- Stored data
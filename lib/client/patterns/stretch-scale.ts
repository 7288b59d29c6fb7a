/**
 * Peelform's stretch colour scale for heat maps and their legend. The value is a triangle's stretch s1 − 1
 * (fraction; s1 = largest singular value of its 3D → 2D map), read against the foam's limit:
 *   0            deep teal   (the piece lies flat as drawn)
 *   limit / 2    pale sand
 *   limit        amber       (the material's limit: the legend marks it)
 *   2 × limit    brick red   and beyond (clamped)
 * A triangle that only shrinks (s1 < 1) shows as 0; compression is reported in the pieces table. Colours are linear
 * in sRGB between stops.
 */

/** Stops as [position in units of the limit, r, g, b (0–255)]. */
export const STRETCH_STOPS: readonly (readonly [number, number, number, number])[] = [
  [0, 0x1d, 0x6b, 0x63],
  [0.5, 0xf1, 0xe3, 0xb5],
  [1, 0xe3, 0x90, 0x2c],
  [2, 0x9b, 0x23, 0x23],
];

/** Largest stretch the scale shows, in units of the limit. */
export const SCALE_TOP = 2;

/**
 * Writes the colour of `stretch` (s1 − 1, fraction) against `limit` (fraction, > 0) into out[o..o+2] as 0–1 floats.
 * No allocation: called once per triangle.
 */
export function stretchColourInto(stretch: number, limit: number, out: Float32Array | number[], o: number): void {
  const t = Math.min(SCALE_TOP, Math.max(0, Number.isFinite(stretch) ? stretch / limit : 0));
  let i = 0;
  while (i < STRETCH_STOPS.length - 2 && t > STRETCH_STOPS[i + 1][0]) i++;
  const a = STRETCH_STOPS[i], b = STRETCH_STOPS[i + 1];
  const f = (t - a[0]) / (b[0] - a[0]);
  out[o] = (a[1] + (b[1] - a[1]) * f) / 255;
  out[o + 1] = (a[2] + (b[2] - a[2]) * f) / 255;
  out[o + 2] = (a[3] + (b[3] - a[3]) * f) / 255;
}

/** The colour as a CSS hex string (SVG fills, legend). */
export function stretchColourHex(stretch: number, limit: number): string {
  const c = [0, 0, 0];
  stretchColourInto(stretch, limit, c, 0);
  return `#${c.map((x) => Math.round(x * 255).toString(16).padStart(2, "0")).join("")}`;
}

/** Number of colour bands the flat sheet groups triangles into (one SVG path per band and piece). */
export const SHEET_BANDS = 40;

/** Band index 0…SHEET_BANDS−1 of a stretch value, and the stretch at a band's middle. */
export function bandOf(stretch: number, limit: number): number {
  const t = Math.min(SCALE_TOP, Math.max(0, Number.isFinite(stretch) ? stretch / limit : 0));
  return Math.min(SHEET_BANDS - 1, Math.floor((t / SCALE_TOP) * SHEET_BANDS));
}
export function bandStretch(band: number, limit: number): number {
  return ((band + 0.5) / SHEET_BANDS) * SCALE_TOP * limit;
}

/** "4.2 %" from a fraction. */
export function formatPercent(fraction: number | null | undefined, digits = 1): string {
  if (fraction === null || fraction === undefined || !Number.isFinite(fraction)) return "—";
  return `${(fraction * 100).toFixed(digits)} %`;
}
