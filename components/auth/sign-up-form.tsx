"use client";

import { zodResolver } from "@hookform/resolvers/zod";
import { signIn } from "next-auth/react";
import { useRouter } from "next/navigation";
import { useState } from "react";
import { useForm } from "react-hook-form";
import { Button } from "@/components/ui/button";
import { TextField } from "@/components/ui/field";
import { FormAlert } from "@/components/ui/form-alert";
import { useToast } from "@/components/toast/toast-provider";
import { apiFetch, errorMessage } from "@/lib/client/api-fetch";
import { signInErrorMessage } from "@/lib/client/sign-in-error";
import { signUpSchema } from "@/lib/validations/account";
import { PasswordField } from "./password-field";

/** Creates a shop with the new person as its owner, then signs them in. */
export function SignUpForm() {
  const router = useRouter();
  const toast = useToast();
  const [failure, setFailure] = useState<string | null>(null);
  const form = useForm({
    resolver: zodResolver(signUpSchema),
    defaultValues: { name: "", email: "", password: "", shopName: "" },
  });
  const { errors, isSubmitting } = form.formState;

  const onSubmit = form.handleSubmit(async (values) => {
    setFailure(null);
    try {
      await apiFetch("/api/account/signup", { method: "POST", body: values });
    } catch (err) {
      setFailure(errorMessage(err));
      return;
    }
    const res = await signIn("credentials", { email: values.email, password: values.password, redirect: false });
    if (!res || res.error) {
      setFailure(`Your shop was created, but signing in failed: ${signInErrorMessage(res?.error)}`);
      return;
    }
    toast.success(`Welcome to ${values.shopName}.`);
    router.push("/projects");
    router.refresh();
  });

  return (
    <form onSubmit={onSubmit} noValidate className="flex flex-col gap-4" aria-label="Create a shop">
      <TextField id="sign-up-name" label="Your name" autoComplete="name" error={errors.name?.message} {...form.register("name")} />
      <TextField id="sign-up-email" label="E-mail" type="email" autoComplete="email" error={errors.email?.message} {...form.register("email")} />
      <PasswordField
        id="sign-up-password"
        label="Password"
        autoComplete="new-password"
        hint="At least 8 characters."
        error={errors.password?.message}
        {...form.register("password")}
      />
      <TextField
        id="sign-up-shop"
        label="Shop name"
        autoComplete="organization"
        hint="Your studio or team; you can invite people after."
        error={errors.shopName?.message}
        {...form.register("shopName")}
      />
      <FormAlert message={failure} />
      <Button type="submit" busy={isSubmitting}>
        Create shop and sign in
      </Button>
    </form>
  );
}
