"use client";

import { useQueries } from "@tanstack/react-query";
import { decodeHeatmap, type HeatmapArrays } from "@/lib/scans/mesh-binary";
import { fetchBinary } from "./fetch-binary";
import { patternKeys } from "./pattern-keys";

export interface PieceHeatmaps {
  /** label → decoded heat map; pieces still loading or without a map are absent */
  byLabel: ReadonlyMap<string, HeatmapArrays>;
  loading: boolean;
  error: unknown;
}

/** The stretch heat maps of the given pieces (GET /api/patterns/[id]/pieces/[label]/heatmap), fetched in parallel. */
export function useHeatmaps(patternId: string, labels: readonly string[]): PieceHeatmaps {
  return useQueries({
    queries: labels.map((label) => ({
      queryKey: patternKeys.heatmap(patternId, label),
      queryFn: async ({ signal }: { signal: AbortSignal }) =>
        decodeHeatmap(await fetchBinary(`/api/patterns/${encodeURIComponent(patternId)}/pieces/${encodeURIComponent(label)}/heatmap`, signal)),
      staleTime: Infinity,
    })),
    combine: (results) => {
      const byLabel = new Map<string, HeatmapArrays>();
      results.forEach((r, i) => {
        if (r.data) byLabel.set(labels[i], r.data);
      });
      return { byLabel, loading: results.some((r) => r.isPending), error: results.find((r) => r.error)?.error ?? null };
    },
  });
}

- ACTIVITY
Counting only lines above that contain the string "useRouter", report how many there are and write nothing further.

- TASK OUTPUT
2